No necesariamente. El variador va con su potencia para poder justar correctamente los parámetros. Si colocas un variador superior derrochas. 
Si programas todas las características va al pelo y no rompes ni queriendo el motor. El bulo de necesitar más potencia para un motor es un "bulo".

Es más tengo algún que otro motor de 1,5hp trabajando con variador de 1hp. ¿Cómo? ajustando un correcto arranque y frenado y programando los consumos.

Ahora resulta que  " el nombre" va a tener razon (y los demás tambien) Frenar con un varidor sale más rentable ( a la larga seguro)

Saludos


----------



## tiopepe123 (Nov 7, 2007)

El post empezo como frenar y la forma mas brata es con CC, sacar cuentas, un transformador de 24V y 2A, puente de diodos y una resistencia de potencia de unos 20W y un temporizador.

Mas barato y sencillo imposible.

Es la unica ventaja, hora bien si los fabricantes imprementan  con un variador por algo sera, yo por sistema no dudo de los fabricantes, rara vez gastan un duro de mas.


----------



## Fogonazo (Nov 7, 2007)

El Tio tiene mi voto !

Ni siquiera usaria temporizador, relee de CC + resistencia + capacitor + diodo, a la vieja usanza.
Señal sacada del mismo contactor de arranque mediante contacto NC


----------



## tiopepe123 (Nov 8, 2007)

NO, con el condensador seria demasiado brusco, ya jugue con este tipo de frenados, a alta velocidad es como una patada pero a bajas tiene poca eficacia, por eso se utilizan los mecanicos.

Depende de las necesidades de cada maquina, por ejemplo para parar una cinta transportadora va de perlas por su gran rozamiento, pero para grandes inercias ya no  funciona tan bien, te frena rapido quero queda rodando durante bastante tiempo a bajas velocidades.

Confimado, es necesario comprar un variador de potencia nominal y listos.

Existen Arrancadores estaticos estrella/triangulo que son mas baratos, pero deberias preguntar sobre el tema de frenado, son mas sencillos y apenas dejan tocar parametros pero son mucho mas baratos, digamos que son contactores inteligentes para motores


----------



## Fogonazo (Nov 8, 2007)

Hay Tio Tio ¡ , no me estas comprendiendo, capacitor para temporizar el relee.


----------



## rlr (Nov 12, 2007)

Hola, qué tal?
He de reconocer que tengo mis dudas de si se puede frenar un motor de alterna cortocircuitando sus devanados, o de si es práctico hacerlo metiéndole c.c.
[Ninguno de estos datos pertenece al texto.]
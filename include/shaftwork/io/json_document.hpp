// shaftwork/io/json_document.hpp — read JSON text strictly, as every input file is read.
#pragma once

#include <string>
#include <string_view>

#include <nlohmann/json.hpp>

namespace shaftwork::io {

// The deepest nesting of arrays and objects a JSON input may have. A case file needs
// five or six levels (cases, a case, its fluid, a mixture, ...); the limit keeps every
// recursive walk over a document (our readers, nlohmann's dump) far from the end of
// the stack, which a file of 100,000 nested arrays reached.
inline constexpr int kMaxJsonDepth = 64;

// Parses JSON text strictly: a duplicate key in any object is an error, since the file
// would otherwise mean two things, and so is nesting deeper than kMaxJsonDepth. Throws
// bad_input naming `origin` (and, for a syntax error, the line and column).
nlohmann::json parse_json_strict(std::string_view text, const std::string& origin);

}  // namespace shaftwork::io
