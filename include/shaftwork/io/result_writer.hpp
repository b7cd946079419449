// shaftwork/io/result_writer.hpp — rated cases as JSON (the contract's keys, SI), a table
// for a person, and CSV for spreadsheets. Every writer takes its keys from result_keys().
#pragma once

#include <cstddef>
#include <memory>
#include <optional>
#include <ostream>
#include <string>
#include <string_view>
#include <vector>

#include <nlohmann/json.hpp>

#include "shaftwork/io/case_input.hpp"
#include "shaftwork/io/display_units.hpp"
#include "shaftwork/io/uncertainty.hpp"
#include "shaftwork/machines/rating.hpp"

namespace shaftwork::io {

// One case's outcome: a rating, or the error that stopped it.
struct CaseOutcome {
  std::string id;
  std::string origin;              // the file it came from ("" when not from a file)
  std::optional<CaseInput> input;  // absent when the case could not be read
  std::optional<machines::Rating> rating;
  std::string error;  // set when !rating
  std::vector<std::string> warnings;
  // Present when the case's given values carry uncertainties (the rating's, propagated).
  std::optional<UncertaintyResult> uncertainty = {};

  bool ok() const { return rating.has_value(); }
};

// The contract's result object for one case (SI numbers rounded to 15 significant digits,
// so that "41.208 bar" reads back as 4120800, not 4120800.0000000005; no NaN or infinity:
// a non-finite value turns the case into an error naming the key).
nlohmann::ordered_json result_json(const CaseOutcome& outcome);


struct TableOptions {
  UnitSystem system = UnitSystem::si;
  bool system_forced = false;  // --units was given: it wins over the units of each case
  bool show_origin = false;    // several files: name each case's file
  bool uncertainty_columns = false;  // csv: the "uncertainty.<key>" columns (some case states an uncertainty)
};
// One case's block of the table: the given values as written, solved ones marked, then
// the results in the units of the case; redundant values beside their computed twins;
// warnings.
void write_case_table(std::ostream& out, const CaseOutcome& outcome, const TableOptions& options);

// The CSV of cases: a header row of dotted keys with units in brackets, and one row per
// case (each with its CRLF line end); with `uncertainty`, a column "uncertainty.<key> [unit]"
// for every result key follows the result columns (the results keep their places).
std::string csv_header(UnitSystem system, bool uncertainty = false);
std::string csv_row(const CaseOutcome& outcome, UnitSystem system, bool uncertainty = false);

// Results written one case at a time, so that a file of many cases needs memory for one
// of them: the table, JSON ({"results": [...]} with two-space indentation), JSON lines
// or CSV.
class ResultStream {
 public:
  virtual ~ResultStream() = default;
  virtual void add(const CaseOutcome& outcome) = 0;
  // Closes the document (JSON's brackets); nothing may be added after.
  virtual void finish() {}
};
enum class ResultFormat { table, json, jsonl, csv, xlsx };
std::unique_ptr<ResultStream> make_result_stream(ResultFormat format, std::ostream& out, const TableOptions& options);

// Excel's limit of rows in a worksheet (Microsoft, "Excel specifications and limits").
inline constexpr std::size_t kWorkbookRowLimit = 1048576;
// The workbook (ResultFormat::xlsx, through libxlsxwriter): one worksheet "results", a row of
// the CSV's column keys, a row of their units (the system's, as the CSV's), then a row per
// case with its numbers as numbers; a failed case has its status "error" and the message.
// Rows go to a temporary file as they come (flat memory); finish() writes the zipped
// workbook to `out`. A case beyond `row_limit` rows throws bad_input "the workbook would
// pass Excel's limit of 1048576 rows: ..."; nothing is written to `out` then.
std::unique_ptr<ResultStream> make_workbook_stream(std::ostream& out, UnitSystem system,
                                                   std::size_t row_limit = kWorkbookRowLimit);

// The whole document of `outcomes` in one format (tests, small outputs).
void write_results(std::ostream& out, ResultFormat format, const std::vector<CaseOutcome>& outcomes,
                   const TableOptions& options = {});

// Quotes a CSV field when it holds a comma, quote or line break (RFC 4180).
std::string csv_field(std::string_view text);

}  // namespace shaftwork::io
Tampoco entiendo muy bien lo que es eso de un variador de frecuencia. Yo lo haría como lo hacen algunas máquinas. Estas invierten el sentido de giro del motor regulando el mismo TRIAC que lo hace cuando el motor gira normal. Así tienes que tener un circuito de control para el TRIAC que te permita elegir esa tensión "de frenado", al margen de la de giro. Y como no, también un circuito de conmutación para el cambio de sentido. Es el caso de las centrifugadoras de laboratorio o de los ascensores. No estoy seguro, pero creo que también lo hace el AVE.


----------



## tiopepe123 (Nov 12, 2007)

El triac es para pequeñas potencias, en realidad son dos tiristores en antiparalelo en un unico encapsulado.
La idea inicial de tric fue para controlar pequeñas cargas de forma economica halla en los años 80.

El problema de los triac y los tiristores es que una vez disparados pierdes su control, debes esperar el paso por cero para recuperlarlo otra vez.
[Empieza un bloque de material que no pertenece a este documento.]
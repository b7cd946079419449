// shaftwork/io/uncertainty.hpp — the measurement uncertainty of every rated quantity.
//
// The law of propagation of uncertainty for independent inputs, to first order (GUM,
// JCGM 100:2008, 5.1.2 eq. (10); ASME PTC 19.1-2018, the root-sum-square of the
// sensitivity-weighted input uncertainties):
//   U(y) = sqrt( sum_i (c_i U(x_i))^2 ),   c_i = dy/dx_i,
// with expanded uncertainties (k = 2, about 95 %) on the inputs and therefore on the
// results. The sensitivity coefficients come from the model itself: central differences
// through machines::rate, the same solve as the nominal rating,
//   c_i = (y(x_i + h_i) - y(x_i - h_i)) / (2 h_i),   h_i = max(U_i / 10, 1e-5 |x_i|).
// The step: the central difference's error is (h^2 / 6) y''' / y' relative to c_i, so a
// tenth of U_i keeps it at a hundredth of the curvature that first-order propagation itself
// neglects over +-U_i; and the solver's relative tolerances (1e-13 on a searched
// temperature, 1e-10 on a real fluid's polytropic path) stay at least five orders of
// magnitude below the step, the floor 1e-5 |x_i| included. A change below a part in 10^9
// of a result is taken as solver noise and counted as zero.
//
// The barometer is an input of its own: varying it moves every gauge or vacuum reading one
// for one (a reading's uncertainty and the barometer's are separate, independent inputs).
// A step that makes the case unratable (across a phase boundary, out of a model's range)
// leaves a one-sided difference, with a warning; with neither side ratable the results
// that depend on the input have no uncertainty (empty, with a warning), never a guess.
// A case with n inputs that carry an uncertainty costs 2 n ratings beyond its nominal one.
// docs/uncertainty.md describes the method for users.
#pragma once

#include <array>
#include <cstddef>
#include <optional>
#include <string>
#include <string_view>
#include <vector>

#include "shaftwork/io/case_input.hpp"
#include "shaftwork/machines/rating.hpp"

namespace shaftwork::io {

// One input's share of a result's U^2.
struct Contribution {
  machines::Input input;
  double share_percent = 0;  // 100 (c_i U_i)^2 / U^2
};

struct KeyContributions {
  std::string_view key;             // a result key of kContributionKeys
  std::vector<Contribution> shares;  // largest first; inputs that do not move the result left out
};

// The results whose contributions are reported.
inline constexpr std::array<std::string_view, 3> kContributionKeys = {"efficiency.isentropic",
                                                                      "efficiency.polytropic", "power"};

struct UncertaintyResult {
  // The expanded uncertainty (k = 2) of each result key, SI, in the order of result_keys():
  // empty where the rating has no value for the key or its uncertainty is not available.
  std::vector<std::optional<double>> expanded;
  // For the keys of kContributionKeys that have a value and a U above 0.
  std::vector<KeyContributions> contributions;
  std::vector<std::string> warnings;  // "uncertainty: ..."
  int ratings = 0;                    // calls of machines::rate made (the nominal one not counted)

  // U of a result key [SI], empty when it has none.
  std::optional<double> of(std::string_view key) const;
  // The shares of a key of kContributionKeys, or nullptr.
  const std::vector<Contribution>* contributions_of(std::string_view key) const;
};

// The uncertainty of every result of `c`, rated as `nominal` (machines::rate of
// to_rating_input(c)), from the uncertainties its given values carry.
UncertaintyResult propagate_uncertainty(const CaseInput& c, const machines::Rating& nominal);

// What the propagation varies, without allocating (a batch fills one per row).
struct UncertaintySources {
  struct Varied {
    machines::Input input = machines::Input::inlet_pressure;
    double expanded = 0;  // U_i, SI, > 0
  };
  std::array<Varied, machines::kInputCount> varied{};
  std::size_t count = 0;
  // The inputs read against the barometer: they move with it.
  std::array<machines::Input, machines::kInputCount> barometer_moves{};
  std::size_t moves = 0;
  double barometer = units::kStandardAtmosphere;  // Pa

  void add(machines::Input input, double expanded);  // ignored when expanded is 0
  void add_barometer_move(machines::Input input);
};

// The sources of a case: each given value's stated uncertainty, as an SI difference.
UncertaintySources uncertainty_sources(const CaseInput& c);

// The propagation with its work space, reused from case to case (one per thread).
class UncertaintyPropagator {
 public:
  // Finds the uncertainties and contributions of every result key; or with `keys`
  // (indices into result_keys(): a batch's csv columns) the uncertainties of only those,
  // without contributions, the others left empty.
  UncertaintyPropagator();
  explicit UncertaintyPropagator(std::vector<std::size_t> keys);

  // Propagates `sources` through `input` around `nominal`, its rating. `input` is changed
  // during the call and restored before it returns.
  void propagate(machines::RatingInput& input, const UncertaintySources& sources, const machines::Rating& nominal,
                 UncertaintyResult& out);

 private:
  void vary(machines::RatingInput& input, const UncertaintySources& sources, std::size_t i, UncertaintyResult& out);
  bool rate_shifted(machines::RatingInput& input, const UncertaintySources& sources, machines::Input varied,
                    double delta, std::vector<double>& values, std::string& why);
  void shift(machines::RatingInput& input, const UncertaintySources& sources, machines::Input varied, double delta);
  void finish(const UncertaintySources& sources, UncertaintyResult& out) const;

  std::vector<std::size_t> keys_;                                     // result keys found
  std::vector<int> contribution_slot_;  // by position in keys_: its place in kContributionKeys, or -1
  std::array<std::optional<double>, machines::kInputCount> saved_{};  // the input's fields as given
  std::vector<double> nominal_, plus_, minus_;  // by position in keys_; NaN: no value
  std::vector<double> sum_squares_;
  std::vector<char> unavailable_;
  std::array<std::array<double, machines::kInputCount>, kContributionKeys.size()> squares_{};  // (c_i U_i)^2
  machines::Rating scratch_;
};

}  // namespace shaftwork::io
Otro gran inconveniente son las cargas inductivas donde la tension esta desfasada de la corriente. Como normalmente los circuitos de control miden la tension cuando pasa por cero resulta que erran el disparo  y por tanto el cebado y tiempo de activacion no es el correcto.

Gracias a mosfet y a los IGBT tienes un control total, primero rectificas  la tension y lo aplicas a un conjunto de puentes de mosfets/IGBT y lo controlas casi como un motor paso a paso.
Midiendo corrientes y tensiones puedes predecir el futuro y conmutar en el intante preciso cuando la corriente en una de las bobina es cero y por tanto la potencia disipada en los semiconductores es muy pequeña.
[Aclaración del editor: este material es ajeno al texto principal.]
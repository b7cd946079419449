// shaftwork/io/guarantee_reader.hpp — a case file's "guarantee" object, and judging it.
//
// A guarantee stands inside a case (that case alone) or at the top of a case file beside
// "cases" (every case of the file is a test point of one test). Its keys (the contract,
// "Guarantees"; docs/guarantee.md): speed, inlet {pressure, temperature}, fluid,
// mass_flow | volume_flow | standard_volume_flow, outlet {pressure}, head, efficiency,
// power, tolerances, site {barometric_pressure} and note. Values are read to SI here; the
// conversion and verdict are machines::judge().
#pragma once

#include <string>
#include <vector>

#include <nlohmann/json.hpp>

#include "shaftwork/io/fluid_factory.hpp"
#include "shaftwork/io/result_writer.hpp"
#include "shaftwork/machines/guarantee.hpp"

namespace shaftwork::io {

// Reads a guarantee for a `machine`. Gauge pressures are read against the guarantee's own
// site.barometric_pressure, else `barometer` [Pa] (the test's). Throws bad_input naming
// the dotted key ("guarantee.tolerances.power.max: ...") for an unknown key, a value of the
// wrong kind or unit, a grade that ISO 9906:2012 does not have.
machines::Guarantee read_guarantee(const nlohmann::json& object, machines::MachineKind machine, FluidFactory& fluids,
                                   double barometer, std::vector<std::string>& warnings);

// The test point of a rated case (o.ok()). The uncertainty of measurement (issue 13's
// io::propagate_uncertainty, U by result key) is to be copied into TestPoint::uncertainty
// here, the one place every guarantee takes its points from.
machines::TestPoint test_point(const CaseOutcome& o);

// Judges a case's own guarantee: sets o.guarantee, or o.guarantee_error with the message.
void judge_case_guarantee(const nlohmann::json& guarantee, FluidFactory& fluids, CaseOutcome& o);

// Judges a file's guarantee on its rated cases. A case that could not be rated leaves the
// test unjudged (an error naming it): a verdict rests on every test point.
TestOutcome judge_file_guarantee(const nlohmann::json& guarantee, const std::vector<CaseOutcome>& cases,
                                 const std::string& origin, FluidFactory& fluids);

}  // namespace shaftwork::io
Resultado variadores muy pequeños y de alto rendimiento, control total de motor y hasta se puede recuperar energia como el caso del TAV.




No permitamos nos tiren el Sagrada Familia por los suelo, el AVE por el Litoral. (Chapuzas no gracias).


----------



## rlr (Nov 13, 2007)

tiopepe123 dijo:
			
		

> El triac es para pequeñas potencias, en realidad son dos tiristores en antiparalelo en un unico encapsulado.
> La idea inicial de tric fue para controlar pequeñas cargas de forma economica halla en los años 80.
> 
> El problema de los triac y los tiristores es que una vez disparados pierdes su control, debes esperar el paso por cero para recuperlarlo otra vez.
> ...


Lo de rectificar la tensión y pasarla por puentes de MOSFET/IGBT no lo había oido. Parece interesante y su razonamiento tiene logica. Sin embargo no estoy de acuerdo en que los tiristores son para pequeñas cargas. Ciertos modelos de locomotoras de RENFE los llevan, manejando potencias del orden de 60 MW. Es cierto que una vez disparados ya no se controlan, pero eso no es tan problemático. Sólo hay que disparar más tarde. Y si en un semiciclo se entrega potencia en exceso, sólo hay que esperar al siguiente para compensar, lo cual supone 1/50 de segundo. Vamos, que los viajeros del tren en cuestión ni lo notan.
Por cierto, la alusión al AVE era sólo a nivel técnico. Disculpad. Ya sé que es un tema muy "candente".


----------